What is needed:
Look through the entries below and return all lines including the word "source".

Dataset entries:
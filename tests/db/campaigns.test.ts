import { randomUUID } from 'node:crypto'
import { eq } from 'drizzle-orm'
import { afterAll, beforeAll, describe, expect, it } from 'vitest'
import { advanceAcquisition } from '../../jobs/queue/advance'
import { auditEntries, events, frameSets, jobs, stageOutputs } from '../../server/db/schema'
import { changeAcquisition, createAcquisition, listAcquisitions } from '../../server/utils/acquisitions'
import { getAcquisition, getAlignment } from '../../server/utils/acquisitionViews'
import { changeCameraProfile, createCameraProfile, listCameraProfiles } from '../../server/utils/cameraProfiles'
import { changeCampaign, closeToGuest, createCampaign, getCampaign, listCampaigns, listGuests, openToGuest } from '../../server/utils/campaigns'
import { getJob, listJobs, readQueue, setQueuePaused } from '../../server/utils/jobsView'
import { acquisitionCreateSchema } from '../../shared/schemas/campaigns'
import type { User } from '../../shared/schemas/people'
import { openTestDatabase } from '../support/database'
import { insertStoredUpload, insertUser } from '../support/fixtures'

let handle: Awaited<ReturnType<typeof openTestDatabase>>
let analyst: User
let guest: User
const db = () => handle.database
const person = async (role: User['role']): Promise<User> => ({ id: await insertUser(db(), role), email: `${role}@lab.example`, name: role, role })
const makeCampaign = (name: string) => createCampaign(db(), analyst, { name, specimen: 'HC-2', notes: 'The left bolt is loose.' })
const makeAcquisition = (campaignId: string, values: Record<string, unknown> = {}) => createAcquisition(db(), analyst, acquisitionCreateSchema.parse({ campaignId, title: 'sweep', ...values }))

beforeAll(async () => {
  handle = await openTestDatabase()
  analyst = await person('analyst')
  guest = await person('guest')
})
afterAll(() => handle?.close())

describe('campaigns', () => {
  it('are listed newest first, page after page without skip or double, and found by name or specimen', async () => {
    const names = Array.from({ length: 7 }, (_, i) => `Gear 100% test ${i}`)
    for (const name of names) await makeCampaign(name)
    const seen: string[] = []
    for (let cursor: string | undefined; ;) {
      const page = await listCampaigns(db(), analyst, { limit: 3, cursor, search: '100% test' })
      seen.push(...page.items.map(item => item.name))
      if (!page.nextCursor) break
      cursor = page.nextCursor
    }
    expect(seen.slice().sort()).toEqual(names)
    expect((await listCampaigns(db(), analyst, { limit: 3, search: '100_ test' })).items).toEqual([])
    expect((await listCampaigns(db(), analyst, { limit: 3, search: 'hc-2' })).items).toHaveLength(3)
  })

  it('change, and keep what is left out', async () => {
    const id = await makeCampaign('Before')
    await changeCampaign(db(), id, { name: 'After' })
    expect(await getCampaign(db(), analyst, id)).toMatchObject({ name: 'After', specimen: 'HC-2', createdByName: 'The analyst' })
  })

  it('open to a guest and close again; what was not released stays hidden', async () => {
    const id = await makeCampaign('For guests')
    const acquisition = await makeAcquisition(id, { plan: [{ frequencyHz: 100, repetitions: 2 }, { frequencyHz: 200 }] })
    const set = { acquisitionId: acquisition, line: 1, cutListVersion: 1, checks: [], groups: [], width: 1, height: 1, createdAt: new Date() }
    await db().insert(frameSets).values([{ ...set, id: randomUUID(), frequencyHz: 100, state: 'released' }, { ...set, id: randomUUID(), line: 2, frequencyHz: 200, state: 'draft' }])
    expect((await listCampaigns(db(), guest, { limit: 10 })).items).toEqual([])
    expect((await listGuests(db(), id)).candidates.map(each => each.userId)).toContain(guest.id)
    await openToGuest(db(), analyst, id, guest.id)
    await openToGuest(db(), analyst, id, guest.id)
    const [seen] = (await listCampaigns(db(), guest, { limit: 10 })).items
    expect(seen).toMatchObject({ id, notes: null, acquisitionCount: 1, frameSetCount: 1, needsEyeCount: 0 })
    expect(seen!.coverage).toEqual([{ frequencyHz: 100, planned: false, state: 'released', repetitionsPlanned: 0, repetitionsGood: 0, acquisitionId: null }])
    expect((await getCampaign(db(), analyst, id)).coverage.map(line => line.state)).toEqual(['released', 'summed'])
    await closeToGuest(db(), analyst, id, guest.id)
    expect((await listCampaigns(db(), guest, { limit: 10 })).items).toEqual([])
    await expect(closeToGuest(db(), analyst, id, guest.id)).rejects.toMatchObject({ code: 'not-found' })
    expect((await db().select().from(auditEntries).where(eq(auditEntries.subject, id))).map(entry => entry.action)).toEqual(['campaign opened to guest', 'campaign closed to guest'])
  })

  it('open only to people whose role is guest', async () => {
    const id = await makeCampaign('Not for technicians')
    await expect(openToGuest(db(), analyst, id, (await person('technician')).id)).rejects.toMatchObject({ code: 'bad-input' })
  })
})

describe('registering acquisitions', () => {
  it('numbers them one after the other, also when many are registered at once', async () => {
    const campaign = await makeCampaign('Numbers')
    await Promise.all(Array.from({ length: 12 }, () => makeAcquisition(campaign)))
    const numbers = (await listAcquisitions(db(), { limit: 50, campaignId: campaign })).items.map(item => item.number).sort((a, b) => a - b)
    expect(numbers).toEqual(Array.from({ length: 12 }, (_, i) => numbers[0]! + i))
  })

  it('is refused for a campaign that is not there or not open', async () => {
    await expect(makeAcquisition('nowhere')).rejects.toMatchObject({ code: 'not-found' })
    await expect(createAcquisition(db(), guest, acquisitionCreateSchema.parse({ campaignId: await makeCampaign('Closed'), title: 'x' }))).rejects.toMatchObject({ code: 'not-found' })
  })

  it('takes from the camera profile what it is not told', async () => {
    const profile = await createCameraProfile(db(), analyst.id, { name: 'C-mount, 50 mm', frameRateHz: 50, frameExposureSeconds: 0.018, transfer: 'bt709', range: 'limited', millimetresPerPixel: 0.2 })
    const campaign = await makeCampaign('Profiles')
    expect(await getAcquisition(db(), await makeAcquisition(campaign, { cameraProfileId: profile }))).toMatchObject({ frameExposureSeconds: 0.018, transfer: 'bt709', range: 'limited', millimetresPerPixel: 0.2 })
    expect(await getAcquisition(db(), await makeAcquisition(campaign, { cameraProfileId: profile, frameExposureSeconds: null, transfer: 'linear' }))).toMatchObject({ frameExposureSeconds: null, transfer: 'linear' })
    await expect(makeAcquisition(campaign, { cameraProfileId: 'nowhere' })).rejects.toMatchObject({ code: 'bad-input' })
    await changeCameraProfile(db(), analyst.id, profile, { name: 'C-mount, 35 mm', transfer: 'auto', range: 'auto' })
    expect((await listCameraProfiles(db(), { limit: 5 })).items).toEqual([{ id: profile, name: 'C-mount, 35 mm', frameRateHz: null, frameExposureSeconds: null, transfer: 'auto', range: 'auto', millimetresPerPixel: null }])
  })
})

describe('acquisitions', () => {
  it('a list by state pages through all of that state', async () => {
    const campaign = await makeCampaign('States')
    const lacking: string[] = []
    for (let i = 0; i < 9; i++) {
      const id = await makeAcquisition(campaign)
      if (i % 2) continue
      lacking.push(id)
      await insertStoredUpload(db(), id, analyst.id, 'clip')
    }
    const seen: string[] = []
    for (let cursor: string | undefined; ;) {
      const page = await listAcquisitions(db(), { limit: 2, cursor, campaignId: campaign, state: 'needs record' })
      seen.push(...page.items.map(item => item.id))
      if (!page.nextCursor) break
      cursor = page.nextCursor
    }
    expect(seen).toEqual(lacking.reverse())
    expect((await listAcquisitions(db(), { limit: 50, campaignId: campaign, state: 'registered' })).items).toHaveLength(4)
  })

  it('new settings run the stages again that read them, and tell those who watch', async () => {
    const id = await makeAcquisition(await makeCampaign('Settings'))
    await insertStoredUpload(db(), id, analyst.id, 'record')
    await advanceAcquisition(db(), id)
    await db().update(jobs).set({ state: 'needs review', activeKey: null, message: 'No column is the illumination. Say which one is.' }).where(eq(jobs.acquisitionId, id))
    expect(await getAcquisition(db(), id)).toMatchObject({ state: 'needs review', message: 'No column is the illumination. Say which one is.' })
    await changeAcquisition(db(), id, { channels: { columns: { illumination: 'Lamp' } } })
    const page = await getAcquisition(db(), id)
    expect(page).toMatchObject({ state: 'needs clip', channels: { columns: { illumination: 'Lamp' } } })
    expect(page.stages.find(stage => stage.stage === 'record')!.state).toBe('waiting')
    expect((await db().select().from(events)).at(-1)).toMatchObject({ type: 'acquisition', payload: { id } })
  })

  it('shows flags of outputs that count or wait for a decision, and the file behind clip and record', async () => {
    const id = await makeAcquisition(await makeCampaign('Flags'))
    const clip = await insertStoredUpload(db(), id, analyst.id, 'clip')
    const flag = (code: string) => ({ code, severity: 'warning' as const, message: 'Look at it.' })
    const output = { acquisitionId: id, outputKey: 'o', files: {}, createdAt: new Date() }
    await db().insert(stageOutputs).values([
      { ...output, stage: 'inspect', inputsKey: '', facts: { source: { uploadId: clip, filename: 'take.mp4' }, clip: { frameCount: 700 } }, flags: [flag('waits-for-decision')] },
      { ...output, stage: 'meter', inputsKey: 'of other inputs', facts: {}, flags: [flag('stale')] },
    ])
    const page = await getAcquisition(db(), id)
    expect(page.flags).toEqual([{ ...flag('waits-for-decision'), stage: 'inspect' }])
    expect(page.clip).toEqual({ frameCount: 700, source: { uploadId: clip, filename: 'take.mp4' } })
    expect(page.record).toBeNull()
    await expect(getAlignment(db(), id)).rejects.toMatchObject({ code: 'not-found' })
  })
})

describe('the queue', () => {
  it('shows jobs with the names around them, newest first, and the log on its own', async () => {
    const id = await makeAcquisition(await makeCampaign('Jobs'), { title: 'sweep at 40 °C' })
    await insertStoredUpload(db(), id, analyst.id, 'clip')
    await insertStoredUpload(db(), id, analyst.id, 'record')
    await advanceAcquisition(db(), id)
    const page = await listJobs(db(), { limit: 1, acquisitionId: id })
    const rest = await listJobs(db(), { limit: 5, acquisitionId: id, cursor: page.nextCursor! })
    expect([...page.items, ...rest.items].map(job => job.stage).sort()).toEqual(['inspect', 'record'])
    expect(page.items[0]).toMatchObject({ acquisitionTitle: 'sweep at 40 °C', campaignName: 'Jobs', state: 'waiting', runnerName: null })
    expect(page.items[0]).not.toHaveProperty('log')
    expect((await getJob(db(), page.items[0]!.id)).log).toBe('')
  })

  it('pauses and resumes, and counts by state', async () => {
    await setQueuePaused(db(), analyst.id, true)
    expect(await readQueue(db(), 5e9)).toMatchObject({ paused: true, diskFreeBytes: 5e9, framesPerSecond: 0 })
    await setQueuePaused(db(), analyst.id, false)
    const queue = await readQueue(db(), 5e9)
    expect(queue.paused).toBe(false)
    expect(queue.counts.waiting).toBe((await listJobs(db(), { limit: 200, state: 'waiting' })).items.length)
  })
})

Problem solution:
      { ...output, stage: 'inspect', inputsKey: '', facts: { source: { uploadId: clip, filename: 'take.mp4' }, clip: { frameCount: 700 } }, flags: [flag('waits-for-decision')] },
    expect(page.clip).toEqual({ frameCount: 700, source: { uploadId: clip, filename: 'take.mp4' } })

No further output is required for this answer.